# Thwack!



## utahhunter678 (Nov 3, 2012)

It was cold. The storm in the morning was horrible if u were up high. I literaly still have numb fingers on 2 fingers in my right hand. Think this is a mild case of frostbite. Hope it gets better cause it is kinda scary. I sat in the storm and watched another hunter work some bulls for 45 min. I watched so that I wouldnt bump the bulls for him. The wind was excrutiating! He made his shot and the bulls scattered. I immediately got up and got my blood pumping for warmth. The cold will kill u if u dont keep warm. A bull ran right to me but I was focusing on warmth and I was not ready. We locked eyes and he ran off. As I was following after ran off I watched him summit the hill. I skirted the hill back to my bag and a cow got a little too close and this time I was ready.
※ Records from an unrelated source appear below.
import { InputError } from "../errors.ts";

/** A feature as far as it is used; its geometry is not checked yet. */
export interface GeoFeature {
  readonly properties: Readonly<Record<string, unknown>>;
  readonly geometry: { readonly type: unknown; readonly coordinates: unknown };
  /** Where its geometry stands in the file, e.g. `features[2].geometry`. */
  readonly path: string;
}

/** Names of the one system GeoJSON has (RFC 7946, 4), as older files write it in a `crs` member. */
const WGS84 = /^(urn:ogc:def:crs:OGC:(1\.3)?:CRS84|(urn:ogc:def:crs:)?EPSG:(:)?4326)$/i;

type Json = Readonly<Record<string, unknown>>;

const isObject = (value: unknown): value is Json =>
  typeof value === "object" && value !== null && !Array.isArray(value);

/**
 * The features of a GeoJSON text: a FeatureCollection, a Feature or a bare geometry.
 * Throws `study.geojson-syntax`, `study.geojson-type`, `study.geojson-system`, `study.geometry-missing`.
 */
export function readFeatures(text: string, file: string): readonly GeoFeature[] {
  const root = parse(text, file);
  if (!isObject(root)) throw wrongType(root, file, "");
  checkSystem(root, file);
  if (root.type === "FeatureCollection") {
    if (!Array.isArray(root.features)) throw wrongType(root.features, file, "features");
    return root.features.map((one: unknown, i) => featureOf(one, file, `features[${i}]`));
  }
  if (root.type === "Feature") return [featureOf(root, file, "")];
  if (!("coordinates" in root)) throw wrongType(root.type, file, "type");
  return [{ properties: {}, geometry: { type: root.type, coordinates: root.coordinates }, path: "geometry" }];
}

function parse(text: string, file: string): unknown {
  try {
    return JSON.parse(text);
  } catch (error) {
    const message = (error as Error).message;
    const position = /position (\d+)/.exec(message);
    const before = text.slice(0, position === null ? text.length : Number(position[1])).split("\n");
    throw new InputError(
      {
        name: "study.geojson-syntax",
        expected: "GeoJSON",
        found: text.trim() === "" ? "an empty file" : "text that is not JSON",
        where: { file, line: before.length, column: (before.at(-1) ?? "").length + 1 },
        remedy: "save the places as GeoJSON (RFC 7946) again",
      },
      error,
    );
  }
}

function featureOf(value: unknown, file: string, path: string): GeoFeature {
  if (!isObject(value) || value.type !== "Feature") throw wrongType(value, file, path);
  const place = path === "" ? "geometry" : `${path}.geometry`;
  if (!isObject(value.geometry))
    throw new InputError({
      name: "study.geometry-missing",
      expected: "a geometry for each feature",
      found: JSON.stringify(value.geometry) ?? "none",
      where: { file, cell: place },
      remedy: "draw the place, or take the feature out",
    });
  const { type, coordinates } = value.geometry;
  return {
    properties: isObject(value.properties) ? value.properties : {},
    geometry: { type, coordinates },
    path: place,
  };
}

function checkSystem(root: Json, file: string): void {
  if (!("crs" in root) || root.crs === null) return;
  const properties = isObject(root.crs) ? root.crs.properties : undefined;
  const name = isObject(properties) ? properties.name : undefined;
  if (typeof name === "string" && WGS84.test(name)) return;
  throw new InputError({
    name: "study.geojson-system",
    expected: "WGS 84 longitude and latitude, the only system of GeoJSON (RFC 7946, section 4)",
    found: JSON.stringify(name ?? root.crs),
    where: { file, cell: "crs" },
    remedy: "save the places in WGS 84 (EPSG:4326)",
  });
}

function wrongType(value: unknown, file: string, cell: string): InputError {
  const found = isObject(value) ? value.type : value;
  return new InputError({
    name: "study.geojson-type",
    expected: "a FeatureCollection of Features, a Feature or a geometry",
    found: found === undefined ? "nothing of the kind" : JSON.stringify(found).slice(0, 80),
    where: { file, ...(cell === "" ? {} : { cell }) },
    remedy: "save the places as GeoJSON (RFC 7946) again",
  });
}
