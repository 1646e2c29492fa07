import type { IntervalCovariate } from "../../src/aggregate/result.ts";
import type { PrepareOptions } from "../../src/covariates/options.ts";
import { dayOf } from "../../src/data/day.ts";
import type { Interval } from "../../src/data/occasion.ts";

/** Calendar years as intervals. */
export function calendarYears(first: number, count: number): Interval[] {
  return Array.from({ length: count }, (_, k) => ({
    index: k,
    name: `${first + k} to ${first + k + 1}`,
    start: dayOf(first + k, 1, 1),
    end: dayOf(first + k + 1, 1, 1),
    length: 1,
  }));
}

/** A covariate of bare values; NaN is missing for a reason. */
export function made(name: string, values: readonly number[], unit = "mm"): IntervalCovariate {
  return {
    name,
    theme: "rain",
    unit,
    definition: `sum of ${name}`,
    files: ["made.csv"],
    values: values.map((value) => ({
      value,
      period: { start: 0, end: 1 },
      daysDue: 1,
      daysCovered: Number.isNaN(value) ? 0 : 1,
      longestGap: 0,
      failed: Number.isNaN(value) ? "none of 1 day covered" : undefined,
      scaled: false,
      stations: ["Ash"],
    })),
  };
}

export const PLAIN: PrepareOptions = {
  derive: [],
  transform: {},
  detrend: "none",
  incomplete: "leave out",
  standardise: { type: "sample" },
};
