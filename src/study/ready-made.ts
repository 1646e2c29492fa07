import { columnIndex, readCsv } from "../data/csv.ts";
import type { RawFinding } from "../data/finding.ts";
import type { Interval } from "../data/occasion.ts";
import type { Files } from "../effects/effects.ts";
import { cellError, numberCell } from "./numbers.ts";
import type { ReadyMadeOptions } from "./options.ts";

export interface ReadyMadeColumn {
  readonly name: string;
  readonly unit: string;
  readonly file: string;
  /** One per interval; NaN where the cell is empty or the interval has no row. */
  readonly values: Float64Array;
}

export interface ReadyMadeResult {
  readonly columns: readonly ReadyMadeColumn[];
  readonly findings: readonly RawFinding[];
}

/**
 * Reads values that already stand one per interval, in any order of rows; an empty cell or an absent row is missing,
 * and a finding. Throws `study.unknown-interval`, `study.interval-repeated`, `study.not-a-number`.
 */
export async function readReadyMade(
  options: ReadyMadeOptions,
  intervals: readonly Interval[],
  files: Files,
): Promise<ReadyMadeResult> {
  const table = readCsv(await files.readText(options.file), options.file);
  const key = columnIndex(table, options.interval, "ready-made.interval");
  const names = Object.keys(options.columns);
  const columns = names.map((name) => columnIndex(table, name, "ready-made.columns"));
  const values = names.map(() => new Float64Array(intervals.length).fill(Number.NaN));
  const lines = new Map<number, number>();
  table.rows.forEach(({ line, cells }, row) => {
    const t = intervals.findIndex((one) => one.name === cells[key]);
    const before = lines.get(t);
    if (t < 0)
      throw cellError(table, row, key, {
        name: "study.unknown-interval",
        ...intervalAdvice(cells[key], intervals),
      });
    if (before !== undefined)
      throw cellError(table, row, key, {
        name: "study.interval-repeated",
        expected: `each interval in one row (see line ${before})`,
        remedy: "keep one of the two rows",
      });
    lines.set(t, line);
    columns.forEach((column, k) => {
      values[k][t] = numberCell(table, row, column);
    });
  });
  const findings = names.flatMap((name, k): RawFinding[] => {
    const missing = intervals.filter((_, t) => Number.isNaN(values[k][t]));
    if (missing.length === 0) return [];
    return [
      {
        kind: "gap",
        subject: name,
        message: `${name} has no value for ${missing.length} of ${intervals.length} intervals: ${missing.map((one) => one.name).join(", ")}`,
        where: { file: options.file },
        count: missing.length,
        remedy: "fill in the values; a column with a gap may leave the matrix (prepare.incomplete)",
      },
    ];
  });
  return {
    columns: names.map((name, k) => ({
      name,
      unit: options.columns[name].unit,
      file: options.file,
      values: values[k],
    })),
    findings,
  };
}

/** What to write instead. An interval that is split into years is not one of them, but its years are. */
function intervalAdvice(found: string, intervals: readonly Interval[]) {
  const years = intervals.filter((one) => one.name.startsWith(`${found}, year `));
  if (found !== "" && years.length > 0)
    return {
      expected: `a row for each of its years: ${years.map(quoted).join(" and ")}`,
      remedy:
        "survival.split cuts this interval into years; name each year so and give it a value of its own",
    };
  return {
    expected: `the name of an interval, from ${quoted(intervals[0])} to ${quoted(intervals.at(-1))}`,
    remedy: "name the interval by its two occasions, or take the row out",
  };
}

const quoted = (interval: Interval | undefined) => JSON.stringify(interval?.name ?? "");
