const MS = 86_400_000;

/** Days since 1970-01-01. */
export const dayOf = (year, month, day) => Date.UTC(year, month - 1, day) / MS;

export function civil(day) {
  const date = new Date(day * MS);
  return { year: date.getUTCFullYear(), month: date.getUTCMonth() + 1, day: date.getUTCDate() };
}

const two = (n) => String(n).padStart(2, "0");

/** yyyy-MM-dd */
export function iso(day) {
  const { year, month, day: dom } = civil(day);
  return `${year}-${two(month)}-${two(dom)}`;
}

/** dd.MM.yyyy */
export function dotted(day) {
  const { year, month, day: dom } = civil(day);
  return `${two(dom)}.${two(month)}.${year}`;
}
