import { civil, dayOf } from "./dates.mjs";

/** The invented stations. `x`, `y` in metres of EPSG:32632; `wet` multiplies rain. */
export const STATIONS = [
  { id: "Ash", name: "Ashford Mill", x: 341_300, y: 6_133_400, elevation: 62, wet: 0.92 },
  { id: "Beck", name: "Becksmouth", x: 352_700, y: 6_130_100, elevation: 38, wet: 0.88 },
  { id: "Cray", name: "Crayhead", x: 360_900, y: 6_138_200, elevation: 121, wet: 1.0 },
  { id: "Dene", name: "Denewood", x: 346_500, y: 6_144_800, elevation: 154, wet: 1.05 },
  { id: "Elm", name: "Elmbridge", x: 358_200, y: 6_147_600, elevation: 203, wet: 1.12 },
  { id: "050114", name: "Upper Moor", x: 364_400, y: 6_152_300, elevation: 388, wet: 1.34 },
];

export const FIRST_DAY = dayOf(2000, 1, 1);
export const LAST_DAY = dayOf(2021, 12, 31);
/** Degrees Celsius per metre. */
export const LAPSE = -0.0062;

/** How much of the winter, spring and summer factor acts on a day of the year: smooth bumps from 0 to 1. */
function seasonShare(doy, centre, halfWidth) {
  const away = Math.abs(((doy - centre + 548) % 365.25) - 182.625);
  return away >= halfWidth ? 0 : 0.5 * (1 + Math.cos((Math.PI * away) / halfWidth));
}

/**
 * Factors shared by all stations and layers in a year, standard normal: `wet` and `cold` winters (November of
 * the year before to March; wet winters tend to be mild), `spring` and `summer` warmth, `dry` summers.
 */
export function yearFactors(random, years) {
  const factors = new Map();
  for (const year of years) {
    const wet = random.normal();
    const cold = -0.35 * wet + Math.sqrt(1 - 0.35 ** 2) * random.normal();
    const spring = -0.2 * cold + Math.sqrt(1 - 0.2 ** 2) * random.normal();
    const summer = random.normal();
    const green = random.normal();
    factors.set(year, { wet, cold, spring, summer, green });
  }
  return factors;
}

/** True daily weather: rain that fell on the day (mm), lowest and highest temperature (degrees Celsius). */
export function weather(random, factors) {
  const days = LAST_DAY - FIRST_DAY + 1;
  const fresh = () => new Float64Array(days);
  const series = STATIONS.map(() => ({ rain: fresh(), tmin: fresh(), tmax: fresh() }));
  /** Daily mean at 100 m, for the snow layer. */
  const regional = fresh();
  let anomaly = 0;
  let wetBefore = false;
  for (let i = 0; i < days; i++) {
    const { year, month } = civil(FIRST_DAY + i);
    const doy = FIRST_DAY + i - dayOf(year, 1, 1) + 1;
    const winter = factors.get(month >= 8 ? year + 1 : year);
    const { spring, summer } = factors.get(year);
    const winterShare = seasonShare(doy, 10, 85);
    anomaly = 0.78 * anomaly + 2.0 * random.normal();
    regional[i] =
      9.0 -
      8.2 * Math.cos((2 * Math.PI * (doy - 21)) / 365.25) -
      2.1 * winter.cold * winterShare +
      1.5 * spring * seasonShare(doy, 110, 60) +
      1.6 * summer * seasonShare(doy, 205, 60) +
      anomaly * (0.75 + 0.35 * winterShare);
    const wetChance = 0.3 + 0.28 * Number(wetBefore) + 0.075 * winter.wet * winterShare;
    const wet = random.chance(Math.min(0.95, Math.max(0.05, wetChance)));
    wetBefore = wet;
    const amount = wet ? random.exponential(5.2 * Math.exp(0.22 * winter.wet * winterShare)) + 0.4 : 0;
    const spread = (3.0 - 0.9 * Math.cos((2 * Math.PI * (doy - 10)) / 365.25)) * (wet ? 0.75 : 1.15);
    STATIONS.forEach((station, s) => {
      const centre = regional[i] + LAPSE * (station.elevation - 100) + 0.4 * random.normal();
      series[s].tmin[i] = centre - spread - 0.8 * Math.abs(random.normal());
      series[s].tmax[i] = centre + spread + 0.8 * Math.abs(random.normal());
      const local = random.chance(wet ? 0.9 : 0.05);
      const drops = wet ? amount * Math.exp(0.35 * random.normal()) : random.exponential(1.1);
      series[s].rain[i] = local ? drops * station.wet : 0;
    });
  }
  return { series, regional };
}

/** Mean of `values` over the days from `first` to `last`, both included. */
export function meanOver(values, first, last) {
  let sum = 0;
  for (let day = first; day <= last; day++) sum += values[day - FIRST_DAY];
  return sum / (last - first + 1);
}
My Hoyt charger let that Muzzy fly at 305fps and I heard the beautiful sound....THWACK! She didnt go far.


----------



## utahhunter678 (Nov 3, 2012)

You can see the fletchings


----------



## AndrewW (Aug 26, 2013)

Nice job man!!


----------



## BuckSlayer (Aug 6, 2014)

Awesome! Congrats!


----------



## middlefork (Nov 2, 2008)

Way to go!


----------



## Bo0YaA (Sep 29, 2008)

Very cool, congrats!


----------



## colorcountrygunner (Oct 6, 2009)

Glad to see that braving the weather paid off for you. I bet that was a rush!


----------



## Bow hunter mojo (Oct 12, 2013)

I love that sound! Congrats on a great kill. It seems your patience was a virtue on this hunt. Hope your fingers come around.


----------



## utahhunter678 (Nov 3, 2012)

One finger has full sensation and the other is coming around. I cant wait til next year so I can stalk one of thos bulls.


----------